MOSES LAKE - The service area for the new Endeavor Middle School will include all of the area adjacent to Patton Boulevard, and about 100 students will move from Frontier Middle School to Chief Moses Middle School. That will be the proposal submitted to the Moses Lake School Board at its March 27 meeting.

A map of the proposed boundaries was shown to a small crowd Monday night at the third and last meeting to gather community opinion on which neighborhoods should attend each middle school.

Board members voted in August to close Columbia Basin Secondary School and convert the building into a middle school. The school board chose the name Endeavor for the school in February.

All students in the Endeavor service area will live within five miles of the building, district transportation supervisor John Eschenbacher said. Eschenbacher was part of the team tasked to adjust the boundary.

The Endeavor boundary will include Gateway Estates, Harvest Manor and that part of Cascade Valley that is in the Larson Heights Elementary district, he said. Students that attend North Elementary but don't live on Patton will attend Chief Moses. The Endeavor boundary will stop at the Grant County International Airport.

Previously all the students assigned to the new middle school attended Chief Moses, Eschenbacher said. In order to balance the populations of the two existing middle schools, about 100 students will be moved from Frontier to Chief Moses, Eschenbacher said. That will require some redistricting in the area around Longview Elementary, he said.

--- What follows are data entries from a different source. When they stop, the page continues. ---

def heur_ball_counts(words, q: int, n: int, d: int) -> list[int]:
    """For every word y of the space: the number of codewords within distance d - 1."""
    return [sum(1 for w in words if heur_index_dist(y, int(w), q, n) < d) for y in range(q**n)]


def heur_conflicts(words, q: int, n: int, d: int) -> list[int]:
    """For each codeword: the number of other codewords closer than d."""
    words = [int(w) for w in words]
    return [sum(1 for j, v in enumerate(words) if j != i and heur_index_dist(u, v, q, n) < d)
            for i, u in enumerate(words)]
# ======================================================================= orbits (orbit search)


def orbit_labels(images: list) -> tuple[list[int], list[int], list[int], list[int]]:
    """Twin of :func:`codesearch._kernels.orbit_union` + :func:`~codesearch._kernels.orbit_flatten`,
    by breadth-first search over the generator graph: ``(label, order, starts, reps)`` with
    ``label[r]`` the least index of the orbit of r."""
    total = len(images[0]) if images else 0
    label = [-1] * total
    members: list[list[int]] = []
    for r in range(total):
        if label[r] >= 0:
            continue
        orbit, queue = [r], [r]
        label[r] = r
        while queue:
            x = queue.pop()
            for img in images:
                y = int(img[x])
                if label[y] < 0:
                    label[y] = r
                    orbit.append(y)
                    queue.append(y)
        members.append(sorted(orbit))
    order = [x for orbit in members for x in orbit]
    starts = [0]
    for orbit in members:
        starts.append(starts[-1] + len(orbit))
    return label, order, starts, [orbit[0] for orbit in members]


def orbit_inner_distance(planes, order, starts, n) -> list[int]:
    """Twin of :func:`codesearch._kernels.orbit_inner_distance`, by the definition: the least
    distance between two words of each orbit (all pairs), ``n + 1`` for one word; with no
    planes the words are their indices."""
    def word(w):
        if planes.shape[0] == 0:
            return [int(w)]
        return [int(planes[p, w]) for p in range(planes.shape[0])]

    out = []
    for k in range(len(starts) - 1):
        members = [int(w) for w in order[int(starts[k]):int(starts[k + 1])]]
        best = n + 1
        for i, a in enumerate(members):
            for b in members[i + 1:]:
                diff = 0
                for x, y in zip(word(a), word(b)):
                    diff |= x ^ y
                best = min(best, bin(diff).count("1"))
        out.append(best)
    return out


def orbit_adjacency_rows(planes, reps, words, starts, d, lo, hi, adj) -> None:
    """Twin of :func:`codesearch._kernels.orbit_adjacency_rows`, by the definition.

    Orbits i < j (i in ``lo..hi-1``) are compatible iff the representative of orbit i is at
    distance >= d from every word of orbit j; distance = number of coordinates where some bit
    plane differs.
    """
    nplanes, _ = planes.shape
    k = len(reps)
    for i in range(lo, hi):
        r = int(reps[i])
        for j in range(i + 1, k):
            dists = []
            for t in range(int(starts[j]), int(starts[j + 1])):
                w = int(words[t])
                diff = 0
                for p in range(nplanes):
                    diff |= int(planes[p, r]) ^ int(planes[p, w])
                dists.append(bin(diff).count("1"))
            adj[i, j] = 1 if min(dists) >= d else 0


# ======================================================================= DRAT proof checking


def drat_tokens(data: bytes, allow_delete: bool) -> list[tuple[bool, list[int]]] | None:
    """Twin of :func:`codesearch._kernels.drat_tokens`: the clauses of DIMACS text as
    ``(is_deletion, literals)``, or None when the text is malformed."""
    out: list[tuple[bool, list[int]]] = []
    cur: list[int] = []
    deleting = False
    import re

    text = data.decode("latin-1")
    for line in text.split("\n"):
        toks = [t for t in re.split("[ \t\r]+", line) if t]
        for tok in toks:
            if tok.startswith("c") and not cur and not deleting:
                break  # comment to the end of the line
            if tok == "d" and allow_delete and not cur and not deleting:
                deleting = True
                continue
            body = tok[1:] if tok.startswith("-") else tok
            if not body or any(ch not in "0123456789" for ch in body) or tok == "-0":
                return None
            v = int(tok)
            if abs(v) >= 2**31:
                return None
            if v == 0:
                out.append((deleting, cur))
                cur, deleting = [], False
            else:
                cur.append(v)
    if cur or deleting:
        return None
    return out


def _dedupe(clause: list[int]) -> list[int]:
    out: list[int] = []
    for lit in clause:
        if lit not in out:
            out.append(lit)
    return out


def _propagates_to_conflict(clauses: list[list[int]], assign: dict[int, bool]) -> bool:
    """Unit propagation by repeated scans; True when some clause becomes false."""
    changed = True
    while changed:
        changed = False
        for c in clauses:
            free = []
            sat = False
            for lit in c:
                v = assign.get(abs(lit))
                if v is None:
                    free.append(lit)
                elif v == (lit > 0):
                    sat = True
                    break
            if sat:
                continue
            if not free:
                return True
            if len(free) == 1:
                assign[abs(free[0])] = free[0] > 0
                changed = True
    return False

The proposal would mean about 872 sixth-, seventh- and eighth-graders at Chief Moses, about 674 students at Frontier and about 303 students at Endeavor. About 87 percent of Endeavor's students would qualify for free or reduced-price meals. The free/reduced percentage at Frontier is about 68 percent, and 65 percent at Chief Moses. When asked about that, Eschenbacher said alternative boundaries reduced the difference by a maximum of about 5 percent.

One of the proposals would have split the area around Patton Boulevard at the boundary between North and Larson Heights. Dave Balcom, the district's director of business and operations, said the boundary committee did look at that. But there's a lot of movement among families along Patton, with kids moving frequently from North to Larson Heights. District officials thought that kind of movement would be more of a problem when it came to middle school, he said.

Endeavor will have a STEM (science, technology, engineering, math) focus in electives, Balcom said; its core curriculum will be the same as the two existing middle schools. It will have an AVID program, which is designed to help kids get ready for post-secondary education, he said, even if they haven't thought about college or trade school previously.

The district has a Choice program, where parents can apply to transfer their children to a school outside their neighborhood. Parents can apply between April 15 and May 15, district superintendent Michelle Price said. District officials already have received inquiries about transferring to Endeavor, due to its STEM focus, Price said.

District policy is to allow parents to transfer students if there's room available at the other school. Parents apply for transfer between April 15 and May 15.

Applications are available at each school building, but not on the district's website, Price said. Applications must be returned to the child's neighborhood school by the deadline.

If there's room for some but not all of the kids who apply for a given school, students are chosen on the basis of a lottery, according to district policies.

Children who are attending the school already or who have siblings at the school are given priority, according to the policy.